Kitak

Geography
- Location: North Atlantic
- Coordinates: 65°32′N 38°46′W﻿ / ﻿65.533°N 38.767°W
- Archipelago: Kitak group
- Major islands: Kitak, Orssuiagssuaq, Igssalik
- Length: 10.2 km (6.34 mi)
- Width: 4.3 km (2.67 mi)
- Highest elevation: 200 m (700 ft)

Administration
- Greenland
- Municipality: Sermersooq

Demographics
- Population: uninhabited

= Kitak =

Island in Sermersooq, Greenland

Kitak is an island in the Sermersooq municipality in southeastern Greenland.

In 1961 the German weather ship WBS 11 Hessen was renamed 'Kitak'.

== Geography ==
The island is located on the western side of the entrance of the Sermilik Fjord.
There is a sheltered bay in the NW side of Kitak that is reportedly a good anchorage for ocean-going vessels. The island is 10.2 km long with maximum width of 4.3 km.
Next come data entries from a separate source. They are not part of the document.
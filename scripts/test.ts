/**
 * npm test: Vitest (unit + integration), then Playwright end-to-end tests against a production build
 * in Debian's Chromium.
 */
import fs from "node:fs";
import { spawnSync } from "node:child_process";
import { buildIfNeeded, runBuild } from "./lib/build";

process.env.NEXT_TELEMETRY_DISABLED = "1";
const CHROMIUM = process.env.CHROMIUM_PATH || "/usr/bin/chromium";

function run(label: string, cmd: string, args: string[]): number {
  console.log(`\n[test] ${label}: ${cmd} ${args.join(" ")}`);
  const started = Date.now();
  const r = spawnSync(cmd, args, { stdio: "inherit", env: process.env });
  console.log(`[test] ${label} finished in ${((Date.now() - started) / 1000).toFixed(1)} s (exit ${r.status})`);
  return r.status ?? 1;
}

function ensureChromium(): void {
  if (fs.existsSync(CHROMIUM)) return;
  const isRoot = typeof process.getuid === "function" && process.getuid() === 0;
  if (!isRoot) {
    console.error(`[test] Chromium is missing at ${CHROMIUM}. Install it with:\n    sudo apt-get update && sudo apt-get install -y chromium`);
    process.exit(1);
  }
  console.log("[test] Chromium is missing: installing Debian's chromium with apt-get…");
  const env = { ...process.env, DEBIAN_FRONTEND: "noninteractive" };
  const update = spawnSync("apt-get", ["update"], { stdio: "inherit", env });
  const install = update.status === 0 ? spawnSync("apt-get", ["install", "-y", "--no-install-recommends", "chromium"], { stdio: "inherit", env }) : update;
  if (install.status !== 0 || !fs.existsSync(CHROMIUM)) {
    console.error("[test] could not install Chromium; run: apt-get update && apt-get install -y chromium");
    process.exit(1);
  }
}

const only = process.argv[2];
let failed = 0;
if (only !== "e2e") failed += run("unit and integration", "npx", ["vitest", "run"]) === 0 ? 0 : 1;
if (only !== "unit") {
  ensureChromium();
  if (process.env.CI) runBuild();
  else buildIfNeeded();
  failed += run("end-to-end", "npx", ["playwright", "test", ...process.argv.slice(only === "e2e" ? 3 : 2)]) === 0 ? 0 : 1;
}
console.log(failed ? `\n[test] FAILED (${failed} suite${failed > 1 ? "s" : ""})` : "\n[test] all suites passed");
process.exit(failed ? 1 : 0);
Kitak is the largest and easternmost island of a compact cluster of coastal islands, islets and rocks extending for 14 km from the easternmost point of Kitak to the 51 m high islet of Igssalik in the west; 2.2 km long Orssuiagssuaq, where formerly a LORAN station was located, is the southernmost island. The archipelago is separated from the mainland by narrow sounds, one of which is named 'Ikasartik'. The Suunikajik island cluster is located 4 km to the west.

The nearest inhabited settlement is Tasiilaq, the most populous community on the eastern coast and the seventh-largest town in Greenland, located on Ammassalik Island on the other side of the fjord about 40 km to the east-northeast.